# Question about my next step after Culinary School



## sdm3989 (Jan 3, 2008)

My situation is not particularly unique, but after searching for a number of hours through different forums across the web, I am still unable to guage what my jobs expectations should be after completing culinary school. I'm 23 and about to attend Orlando Culinary Academy in February. I have been working in the service idustry for over 5 years now. Like most everyone, I started washing dishes, worked my way up to busboy/server/bartender then cross trained as a line cook. My first job on the line was in a mexican restaurant where I did not really learn all that much about cooking, but did learn what it was like to work on a line (bad pay, awful hours, stress). I loved it. I soon moved from rinky-dink Lafayette, LA to New Orleans to attend college. 

In NOLA, I was a bartender at a college bar until a massive category 5 hurricane demolished it along with a good chunk of the rest of the city. After most of us were able to live in the city again and the restaurants were back up and running, TONS of job openings were available. I took a great waiting job that I would never have gotten before Katrina at one restaurant and then got a great cooking job at a fine dining Italian restaurant with far less than the normal required experience. They were happy just to have someone who could speak english and filter a frier. Because of the situation at the Italian restaurant, they forced me to learn A LOT in a very short amount of time. I have since moved back to Lafayette and have continued to work as a line cook and occasionally a server(we all need money) for a few years. My point to all this rambling is that I actually have experience in the industry. So my question is: After I complete my culinary training, what is my next step? What should I expect? Do I just go back to being a line cook for 8-10 bucks an hour or should I look for higher pay or a better position (I can already work grill/broil and sautee stations in high volume)? What kind of restaurants/hotels should I look for to work at?

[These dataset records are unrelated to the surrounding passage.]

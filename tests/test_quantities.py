from __future__ import annotations

import math
from pathlib import Path

import pytest

from poroscan.quantities import (
    CATALOGUE,
    FLAGS,
    PORE_COLUMNS,
    ROW_COLUMNS,
    Estimate,
    Record,
    by_key,
    groups,
    quantity,
    reference_page,
)
from poroscan.section import VIEWS, PixelSize

#: Columns of particles.csv that scripts may rely on.
PROMISED = [
    "batch",
    "image",
    "particle",
    "centroid_row_px",
    "centroid_col_px",
    "pixel_size_um",
    "pixel_size_source",
    "area_um2",
    "equivalent_diameter_um",
    "circularity",
    "solidity",
    "touches_frame",
    "frame_weight",
    "porosity",
    "porosity_low",
    "porosity_high",
    "core_porosity",
    "shell_porosity",
    "pore_count",
    "pore_d10_um",
    "pore_d50_um",
    "pore_d90_um",
    "thickness_d50_um",
    "wall_d50_um",
    "chord_pore_mean_um",
    "chord_wall_mean_um",
    "surface_per_volume_per_um",
    "euler_density_per_um2",
    "skin_thickness_um",
    "radial_asymmetry",
    "polar_asymmetry",
    "polar_direction_deg",
    "correlation_length_um",
    "characteristic_spacing_um",
    "regime",
    "regime_probability",
    "regime_set",
    "atlas_distance",
    "flags",
]


def test_promised_columns_are_there() -> None:
    columns = set(Record({}).row(PixelSize(1.0))) | set(ROW_COLUMNS)
    assert set(PROMISED) <= columns
    assert {key[:-2] + "px" for key in PROMISED if key.endswith("_um")} <= columns | {"pixel_size_px"}


def test_every_entry_is_complete_and_unique() -> None:
    keys = [key for q in CATALOGUE for key in (q.key, q.pixel_key) if key]
    assert len(keys) == len(set(keys))
    assert not set(keys) & set(ROW_COLUMNS)
    for q in CATALOGUE:
        assert q.label, q.base
        assert q.definition.endswith((".", ")")), q.base
        assert q.source, q.base
        assert q.group, q.base
        assert set(q.dimensions) <= {2, 3}, q.base
        assert q.dimensions, q.base
        assert set(q.views) <= set(VIEWS), q.base
        assert -3 <= q.power <= 3, q.base
        assert "|" not in q.definition + q.label + q.source, q.base


def test_groups_keep_the_order_of_the_catalogue() -> None:
    listed = [q for _, members in groups() for q in members]
    assert listed == list(CATALOGUE)


def test_flags_say_what_to_do() -> None:
    for key, flag in FLAGS.items():
        assert key == key.lower()
        assert flag.words, key
        assert flag.remedy, key


def test_row_in_micrometres_and_pixels() -> None:
    record = Record(
        {"pore_d50": Estimate(10.0, 8.0, 12.0), "euler_density": Estimate(0.5), "polar_direction": Estimate(30.0)}
    )
    row = record.row(PixelSize(0.5))
    assert (row["pore_d50_um"], row["pore_d50_um_low"], row["pore_d50_um_high"], row["pore_d50_px"]) == (5, 4, 6, 10)
    assert (row["euler_density_per_um2"], row["euler_density_per_px2"]) == (2.0, 0.5)
    assert row["polar_direction_deg"] == 30.0
    assert math.isnan(row["porosity"])


def test_no_length_without_a_pixel_size() -> None:
    row = Record({"pore_d50": Estimate(10.0), "porosity": Estimate(0.3)}).row(PixelSize(None))
    assert math.isnan(row["pore_d50_um"])
    assert row["pore_d50_px"] == 10.0
    assert row["porosity"] == 0.3


def test_pixel_size_uncertainty_widens_lengths_only() -> None:
    record = Record({"pore_d50": Estimate(10.0, 9.0, 11.0), "porosity": Estimate(0.3, 0.2, 0.4)})
    row = record.row(PixelSize(1.0, "header", relative_uncertainty=0.05))
    half = math.hypot(1.0, 1.959964 * 0.05 * 10.0)
    assert row["pore_d50_um_high"] == pytest.approx(10 + half)
    assert row["pore_d50_um_low"] == pytest.approx(10 - half)
    assert row["porosity_high"] == 0.4


def test_unknown_names_are_answered_with_near_ones() -> None:
    assert quantity("pore_d50").key == by_key("pore_d50_px").key == "pore_d50_um"
    with pytest.raises(KeyError, match="pore_d50"):
        quantity("pore_d5")
    with pytest.raises(KeyError, match="pore_d50_um"):
        by_key("pore_d50_nm")
    with pytest.raises(KeyError, match="no quantity 'porosit'"):
        Record({"porosit": Estimate(1.0)})
    with pytest.raises(KeyError, match="unknown flag 'odd'"):
        Record({}, ("odd",))


def test_reference_page_is_up_to_date() -> None:
    page = Path(__file__).parents[1] / "docs" / "quantities.md"
    assert page.read_text(encoding="utf-8") == reference_page(), (
        "run: python -m poroscan.quantities > docs/quantities.md"
    )


def test_pore_columns_have_known_types() -> None:
    assert {c.dtype for c in PORE_COLUMNS.values()} <= {"int32", "float64", "bool"}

Any advice would be greatly appreciated. I would really like to understand what if anything changes for me after I take this step(and borrow more money).


----------



## oldschool1982 (Jun 27, 2006)

As far as the school thing goes the advice is simple.... Keep your grades up and do the best you can. The higher the GPA the better chances of being more marketable right out of school. The one thing that will solidify that marketability is to hone your practicle skills by continuing progressive employment. Progressive, practicle experience can be stood on alone but the schooling can't. 

I have no idea what the market is like in Lafayette but I have been to N.O. and can only guess that if you can continue with things there you'll do better. Just keep your feet planted on the ground no matter what any recruiters or school officials tell you. Learn to walk the talk as soon as you can but don't expect an employer to throw money at you sight unseen and at your word only. 

If you take some time after graduation and not become to impatient..... Build a solid foundation in skills and you stand a better chance of being able to write your own ticket. More so than you would if you overstep your abilities and then crash and burn. I mean no disrespect but at the age of 23 you have a good amount of time ahead of you to reach what ever goals you set for yourself. Above all keep the eye's and ears open and the mouth (for the most part) closed. That advice was given to me often many years ago. Unfortunately I didn't use it as soon as I should have.


----------



## suzanne (May 26, 2001)

The most important resource you'll have when you are done with school will be your relationships with your chef-instructors. If they are anything like the ones where I went to school, they have a lot of "real-world" experience and, more important, still have ties to the business. So while you are in school, besides learning all you can and asking lots of questions, you should get to know as many of the faculty as you possibly can, and let them know what you are capable of doing. Their help may be much better than the school's placement department, especially if you are able to move somewhere else in the country. 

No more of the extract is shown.